Pendant les trois semaines que la crue demeura stationnaire, les recettes de la taverne furent assez mauvaises, et Tsatsa-Minnka dut puiser dans ses économies pour regarnir les rayons qui se vidaient. Puis, commença la baisse, l’eau n’arrivait plus qu’à la poitrine de l’homme.

Alors ce fut la ruée au poisson, tant qu’on vit de l’argent dans toutes les mains. On pêchait par tous les moyens : au filet, à l’épervier, à la fourche de fer, au panier défoncé et même à la main. Le poisson, gros et petit, était vendu aux banlieusards de Braïla, à des prix qui permirent aux plus misérables de s’en payer tous les jours.

Aussitôt, la taverne connut une prospérité qui effraya Tsatsa-Minnka. Remboursement de dettes et vente quotidienne gonflèrent la caisse à craquer, malgré la modicité d’un bénéfice plus que raisonnable. Elle vit alors comment se font les fortunes et jusqu’à quel point Sima n’était au fond qu’un faux généreux, ne sacrifiant qu’un surplus de bénéfice qui était presque une volerie.

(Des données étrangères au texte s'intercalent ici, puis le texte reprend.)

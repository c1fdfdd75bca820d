"""cis and trans from the graph alone, checked against a three-dimensional model made by RDKit."""

import numpy as np
import pytest
from rdkit import Chem
from rdkit.Chem import AllChem

from shiftpred.features.stereo_relations import STEREO_RELATIONS, compute_stereo_edges


def relations(mol):
    begin, end, kind, _ = compute_stereo_edges(mol, True, mol.GetRingInfo().AtomRings())
    return [(b, e, STEREO_RELATIONS[k]) for b, e, k in zip(begin, end, kind)]


@pytest.mark.parametrize("smiles, expected", [("C/C=C/C", "double_bond_trans"), ("C/C=C\\C", "double_bond_cis")])
def test_double_bond(smiles, expected):
    assert [k for *_, k in relations(Chem.MolFromSmiles(smiles))] == [expected]


@pytest.mark.parametrize("smiles", ["C[C@]1(Cl)C[C@@H](O)CC1", "C[C@]1(Cl)C[C@H](O)CC1", "C[C@@H]1CCCC[C@H]1O",
                                    "C[C@@H]1CCCC[C@@H]1O", "C[C@@]12CCCC[C@H]1CCCC2", "C[C@@]12CCCC[C@@H]1CCCC2"])
def test_ring_faces_agree_with_a_model_in_space(smiles):
    mol = Chem.MolFromSmiles(smiles)
    full = Chem.AddHs(mol)
    AllChem.EmbedMolecule(full, randomSeed=1)
    place = full.GetConformer().GetPositions()
    checked = 0
    for ring in mol.GetRingInfo().AtomRings():
        normal = np.linalg.svd(place[list(ring)] - place[list(ring)].mean(0))[2][2]

        def height(j, ring=ring, normal=normal):
            at = next(n.GetIdx() for n in mol.GetAtomWithIdx(j).GetNeighbors() if n.GetIdx() in ring)
            other = next(n.GetIdx() for n in full.GetAtomWithIdx(at).GetNeighbors() if n.GetIdx() not in (*ring, j))
            return np.sign((place[j] - place[other]) @ normal)

        for b, e, kind in relations(mol):
            attached = [any(n.GetIdx() in ring for n in mol.GetAtomWithIdx(x).GetNeighbors()) and x not in ring for x in (b, e)]
            if all(attached):
                assert (height(b) == height(e)) == kind.endswith("cis"), (b, e, kind)
                checked += 1
    assert checked


def test_like_and_unlike_centres():
    *_, like = compute_stereo_edges(Chem.MolFromSmiles("O[C@H](C)[C@H](O)C"), True, ())
    *_, unlike = compute_stereo_edges(Chem.MolFromSmiles("O[C@H](C)[C@@H](O)C"), True, ())
    assert set(like.values()) == {-v for v in unlike.values()} and len(like) == 1
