"""One molecule → arrays: invariances and the columns' meaning."""

import numpy as np
import pytest
from rdkit import Chem

from shiftpred.features.molecule_arrays import ATOM_FEATURES, BOND_FEATURES, build_molecule_arrays, join_molecule_arrays

MOLECULES = [
    "CCO",
    "CC(=O)Oc1ccccc1C(=O)O",
    "C/C=C/C(=O)N(C)C",
    "C[C@H](N)C(=O)O",
    "C[C@@]12CCCC[C@H]1CCCC2",
    "O=[N+]([O-])c1ccccc1",
]


def sorted_rows(graph):
    """Return a form of the graph that does not depend on the order of its atoms."""
    label = [tuple(np.round(row, 4)) for row in graph.atoms]
    edges = sorted((label[s], label[t], tuple(np.round(e, 4))) for s, t, e in zip(graph.source, graph.target, graph.edges))
    return sorted(label), edges


@pytest.mark.parametrize("smiles", MOLECULES)
def test_atom_order_does_not_matter(smiles):
    mol = Chem.MolFromSmiles(smiles)
    reference = sorted_rows(build_molecule_arrays(mol))
    rng = np.random.default_rng(1)
    for _ in range(5):
        other = Chem.MolFromSmiles(Chem.MolToSmiles(mol, canonical=False, doRandom=True))
        other = Chem.RenumberAtoms(other, rng.permutation(other.GetNumAtoms()).tolist())
        assert sorted_rows(build_molecule_arrays(other)) == reference


@pytest.mark.parametrize(
    "smiles, mirror", [("C[C@H](N)C(=O)O", "C[C@@H](N)C(=O)O"), ("O[C@H]1CCCC[C@H]1Cl", "O[C@@H]1CCCC[C@@H]1Cl")]
)
def test_enantiomers_look_the_same(smiles, mirror):
    assert sorted_rows(build_molecule_arrays(Chem.MolFromSmiles(smiles))) == sorted_rows(
        build_molecule_arrays(Chem.MolFromSmiles(mirror))
    )


@pytest.mark.parametrize(
    "one, other",
    [
        ("C/C=C/C", "C/C=C\\C"),
        ("C[C@H]1CC[C@@H](C)CC1", "C[C@H]1CC[C@H](C)CC1"),
        ("C[C@@]12CCCC[C@H]1CCCC2", "C[C@@]12CCCC[C@@H]1CCCC2"),
    ],
)
def test_diastereomers_look_different(one, other):
    assert sorted_rows(build_molecule_arrays(Chem.MolFromSmiles(one))) != sorted_rows(
        build_molecule_arrays(Chem.MolFromSmiles(other))
    )


def test_columns_of_ethanol():
    graph = build_molecule_arrays(Chem.MolFromSmiles("CCO"))
    column = {n: i for i, n in enumerate(ATOM_FEATURES)}
    assert graph.atoms[2, column["element_8"]] == 1 and graph.atoms[0, column["hydrogens_3"]] == 1
    assert graph.atoms[1, column["pauling"]] == pytest.approx(0.0) and graph.atoms[2, column["pauling"]] == pytest.approx(0.89)
    assert len(graph.source) == 4 and list(graph.target) == sorted(graph.target)
    assert graph.edges.shape == (4, len(BOND_FEATURES))


def test_electronic_inputs_order_the_methyl_halides():
    """More electronegative neighbour, more positive carbon and stronger field (the order is that of Pauling's scale)."""
    column = {n: i for i, n in enumerate(ATOM_FEATURES)}
    charge, field = [], []
    for x in ("I", "Br", "Cl", "F"):
        row = build_molecule_arrays(Chem.MolFromSmiles(f"C{x}")).atoms[0]
        charge.append(row[column["partial_charge"]])
        field.append(row[column["equalised_1"]])
    assert charge == sorted(charge) and field == sorted(field)


def test_joining_shifts_the_edges():
    parts = [build_molecule_arrays(Chem.MolFromSmiles(s)) for s in MOLECULES]
    joined, offsets = join_molecule_arrays(parts)
    assert offsets[-1] == len(joined.atoms) == sum(len(p.atoms) for p in parts)
    k = 3
    inside = (joined.target >= offsets[k]) & (joined.target < offsets[k + 1])
    assert np.array_equal(joined.source[inside] - offsets[k], parts[k].source)


def test_single_atom_and_metal():
    for smiles in ("C", "[Na+].[Cl-]", "C[Sn](C)(C)C", "[Pt]"):
        graph = build_molecule_arrays(Chem.MolFromSmiles(smiles))
        assert np.isfinite(graph.atoms).all() and np.isfinite(graph.edges).all()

Le campement des inondés prit une physionomie journalière que le village n’avait jamais connue : le matin, c’était la pêche ; jusqu’au soir, la vente du poisson à Braïla ; et la nuit, une noce à tout casser. Les taverniers qui ne pouvaient auparavant tenir tête à la concurrence de Minnka, reçurent à bras ouverts tous les ivrognes et firent de brillantes affaires.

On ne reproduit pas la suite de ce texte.